Dataset entries
◇ ◇ ◇ ◇ ◇ ◇ ◇
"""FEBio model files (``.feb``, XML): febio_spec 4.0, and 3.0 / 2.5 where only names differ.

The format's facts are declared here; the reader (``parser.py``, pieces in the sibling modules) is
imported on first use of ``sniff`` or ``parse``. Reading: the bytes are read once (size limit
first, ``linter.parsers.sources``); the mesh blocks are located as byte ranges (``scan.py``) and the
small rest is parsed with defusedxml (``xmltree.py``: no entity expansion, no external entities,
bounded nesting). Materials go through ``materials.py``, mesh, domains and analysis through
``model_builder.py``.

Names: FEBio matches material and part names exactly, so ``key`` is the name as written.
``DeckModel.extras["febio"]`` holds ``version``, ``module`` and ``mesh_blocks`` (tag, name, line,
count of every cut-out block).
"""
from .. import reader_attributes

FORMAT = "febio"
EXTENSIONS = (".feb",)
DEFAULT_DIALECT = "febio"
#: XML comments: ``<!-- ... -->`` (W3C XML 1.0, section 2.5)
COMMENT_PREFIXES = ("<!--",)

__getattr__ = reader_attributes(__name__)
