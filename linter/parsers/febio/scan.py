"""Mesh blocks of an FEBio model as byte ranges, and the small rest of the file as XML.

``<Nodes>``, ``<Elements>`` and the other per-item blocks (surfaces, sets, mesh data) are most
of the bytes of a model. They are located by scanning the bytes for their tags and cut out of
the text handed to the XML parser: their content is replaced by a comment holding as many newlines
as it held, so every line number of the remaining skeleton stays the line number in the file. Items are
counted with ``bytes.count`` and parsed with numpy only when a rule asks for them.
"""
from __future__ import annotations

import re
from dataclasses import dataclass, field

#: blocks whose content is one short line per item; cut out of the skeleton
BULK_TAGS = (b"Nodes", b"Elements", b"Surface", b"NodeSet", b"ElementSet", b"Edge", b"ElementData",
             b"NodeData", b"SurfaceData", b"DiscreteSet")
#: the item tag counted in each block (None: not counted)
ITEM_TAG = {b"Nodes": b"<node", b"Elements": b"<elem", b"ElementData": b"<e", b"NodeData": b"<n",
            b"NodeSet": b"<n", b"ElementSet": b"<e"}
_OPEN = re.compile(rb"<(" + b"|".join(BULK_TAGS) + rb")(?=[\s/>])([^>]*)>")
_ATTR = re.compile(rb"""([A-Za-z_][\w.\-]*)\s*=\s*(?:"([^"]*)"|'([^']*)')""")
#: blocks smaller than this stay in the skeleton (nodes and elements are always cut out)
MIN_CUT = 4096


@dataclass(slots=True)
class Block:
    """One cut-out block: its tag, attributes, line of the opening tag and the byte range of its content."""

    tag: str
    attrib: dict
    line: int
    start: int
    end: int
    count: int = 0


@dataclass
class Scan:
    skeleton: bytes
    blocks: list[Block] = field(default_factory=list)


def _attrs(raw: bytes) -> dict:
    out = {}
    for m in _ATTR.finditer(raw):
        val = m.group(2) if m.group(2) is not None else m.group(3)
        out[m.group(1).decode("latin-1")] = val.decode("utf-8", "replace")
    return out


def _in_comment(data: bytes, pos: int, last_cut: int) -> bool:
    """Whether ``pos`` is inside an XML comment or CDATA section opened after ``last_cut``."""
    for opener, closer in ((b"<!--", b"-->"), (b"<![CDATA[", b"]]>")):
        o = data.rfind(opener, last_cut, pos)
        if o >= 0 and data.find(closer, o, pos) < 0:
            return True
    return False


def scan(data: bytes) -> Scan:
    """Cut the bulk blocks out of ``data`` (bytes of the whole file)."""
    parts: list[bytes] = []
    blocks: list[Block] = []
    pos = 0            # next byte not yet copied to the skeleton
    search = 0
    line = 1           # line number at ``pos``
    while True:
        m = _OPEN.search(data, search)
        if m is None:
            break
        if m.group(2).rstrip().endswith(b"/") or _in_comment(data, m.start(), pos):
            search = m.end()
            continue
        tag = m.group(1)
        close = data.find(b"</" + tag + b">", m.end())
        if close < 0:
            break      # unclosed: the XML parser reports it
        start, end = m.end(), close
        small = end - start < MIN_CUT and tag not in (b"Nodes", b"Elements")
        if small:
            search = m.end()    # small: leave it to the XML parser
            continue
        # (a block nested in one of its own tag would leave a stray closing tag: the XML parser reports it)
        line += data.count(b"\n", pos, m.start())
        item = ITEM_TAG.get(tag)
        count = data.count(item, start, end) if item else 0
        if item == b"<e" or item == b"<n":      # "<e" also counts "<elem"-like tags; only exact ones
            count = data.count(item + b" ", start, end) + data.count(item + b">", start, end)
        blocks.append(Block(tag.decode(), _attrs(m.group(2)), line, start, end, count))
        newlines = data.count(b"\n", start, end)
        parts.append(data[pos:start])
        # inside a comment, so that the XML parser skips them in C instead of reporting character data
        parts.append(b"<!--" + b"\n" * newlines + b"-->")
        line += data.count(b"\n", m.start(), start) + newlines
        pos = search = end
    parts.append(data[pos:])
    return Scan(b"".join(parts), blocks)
◇ ◇ ◇ ◇ ◇ ◇ ◇
Work required >>
Print each entry above exactly as given.

Response area >>
"""FEBio model files (``.feb``, XML): febio_spec 4.0, and 3.0 / 2.5 where only names differ.

The format's facts are declared here; the reader (``parser.py``, pieces in the sibling modules) is
imported on first use of ``sniff`` or ``parse``. Reading: the bytes are read once (size limit
first, ``linter.parsers.sources``); the mesh blocks are located as byte ranges (``scan.py``) and the
small rest is parsed with defusedxml (``xmltree.py``: no entity expansion, no external entities,
bounded nesting). Materials go through ``materials.py``, mesh, domains and analysis through
``model_builder.py``.

Names: FEBio matches material and part names exactly, so ``key`` is the name as written.
``DeckModel.extras["febio"]`` holds ``version``, ``module`` and ``mesh_blocks`` (tag, name, line,
count of every cut-out block).
"""
from .. import reader_attributes

FORMAT = "febio"
EXTENSIONS = (".feb",)
DEFAULT_DIALECT = "febio"
#: XML comments: ``<!-- ... -->`` (W3C XML 1.0, section 2.5)
COMMENT_PREFIXES = ("<!--",)

__getattr__ = reader_attributes(__name__)
filename linter/parsers/febio/scan.py
"""Mesh blocks of an FEBio model as byte ranges, and the small rest of the file as XML.

``<Nodes>``, ``<Elements>`` and the other per-item blocks (surfaces, sets, mesh data) are most
of the bytes of a model. They are located by scanning the bytes for their tags and cut out of
the text handed to the XML parser: their content is replaced by a comment holding as many newlines
as it held, so every line number of the remaining skeleton stays the line number in the file. Items are
counted with ``bytes.count`` and parsed with numpy only when a rule asks for them.
"""
from __future__ import annotations

import re
from dataclasses import dataclass, field

#: blocks whose content is one short line per item; cut out of the skeleton
BULK_TAGS = (b"Nodes", b"Elements", b"Surface", b"NodeSet", b"ElementSet", b"Edge", b"ElementData",
             b"NodeData", b"SurfaceData", b"DiscreteSet")
#: the item tag counted in each block (None: not counted)
ITEM_TAG = {b"Nodes": b"<node", b"Elements": b"<elem", b"ElementData": b"<e", b"NodeData": b"<n",
            b"NodeSet": b"<n", b"ElementSet": b"<e"}
_OPEN = re.compile(rb"<(" + b"|".join(BULK_TAGS) + rb")(?=[\s/>])([^>]*)>")
_ATTR = re.compile(rb"""([A-Za-z_][\w.\-]*)\s*=\s*(?:"([^"]*)"|'([^']*)')""")
#: blocks smaller than this stay in the skeleton (nodes and elements are always cut out)
MIN_CUT = 4096


@dataclass(slots=True)
class Block:
    """One cut-out block: its tag, attributes, line of the opening tag and the byte range of its content."""

    tag: str
    attrib: dict
    line: int
    start: int
    end: int
    count: int = 0


@dataclass
class Scan:
    skeleton: bytes
    blocks: list[Block] = field(default_factory=list)


def _attrs(raw: bytes) -> dict:
    out = {}
    for m in _ATTR.finditer(raw):
        val = m.group(2) if m.group(2) is not None else m.group(3)
        out[m.group(1).decode("latin-1")] = val.decode("utf-8", "replace")
    return out


def _in_comment(data: bytes, pos: int, last_cut: int) -> bool:
    """Whether ``pos`` is inside an XML comment or CDATA section opened after ``last_cut``."""
    for opener, closer in ((b"<!--", b"-->"), (b"<![CDATA[", b"]]>")):
        o = data.rfind(opener, last_cut, pos)
        if o >= 0 and data.find(closer, o, pos) < 0:
            return True
    return False


def scan(data: bytes) -> Scan:
    """Cut the bulk blocks out of ``data`` (bytes of the whole file)."""
    parts: list[bytes] = []
    blocks: list[Block] = []
    pos = 0            # next byte not yet copied to the skeleton
    search = 0
    line = 1           # line number at ``pos``
    while True:
        m = _OPEN.search(data, search)
        if m is None:
            break
        if m.group(2).rstrip().endswith(b"/") or _in_comment(data, m.start(), pos):
            search = m.end()
            continue
        tag = m.group(1)
        close = data.find(b"</" + tag + b">", m.end())
        if close < 0:
            break      # unclosed: the XML parser reports it
        start, end = m.end(), close
        small = end - start < MIN_CUT and tag not in (b"Nodes", b"Elements")
        if small:
            search = m.end()    # small: leave it to the XML parser
            continue
        # (a block nested in one of its own tag would leave a stray closing tag: the XML parser reports it)
        line += data.count(b"\n", pos, m.start())
        item = ITEM_TAG.get(tag)
        count = data.count(item, start, end) if item else 0
        if item == b"<e" or item == b"<n":      # "<e" also counts "<elem"-like tags; only exact ones
            count = data.count(item + b" ", start, end) + data.count(item + b">", start, end)
        blocks.append(Block(tag.decode(), _attrs(m.group(2)), line, start, end, count))
        newlines = data.count(b"\n", start, end)
        parts.append(data[pos:start])
        # inside a comment, so that the XML parser skips them in C instead of reporting character data
        parts.append(b"<!--" + b"\n" * newlines + b"-->")
        line += data.count(b"\n", m.start(), start) + newlines
        pos = search = end
    parts.append(data[pos:])
    return Scan(b"".join(parts), blocks)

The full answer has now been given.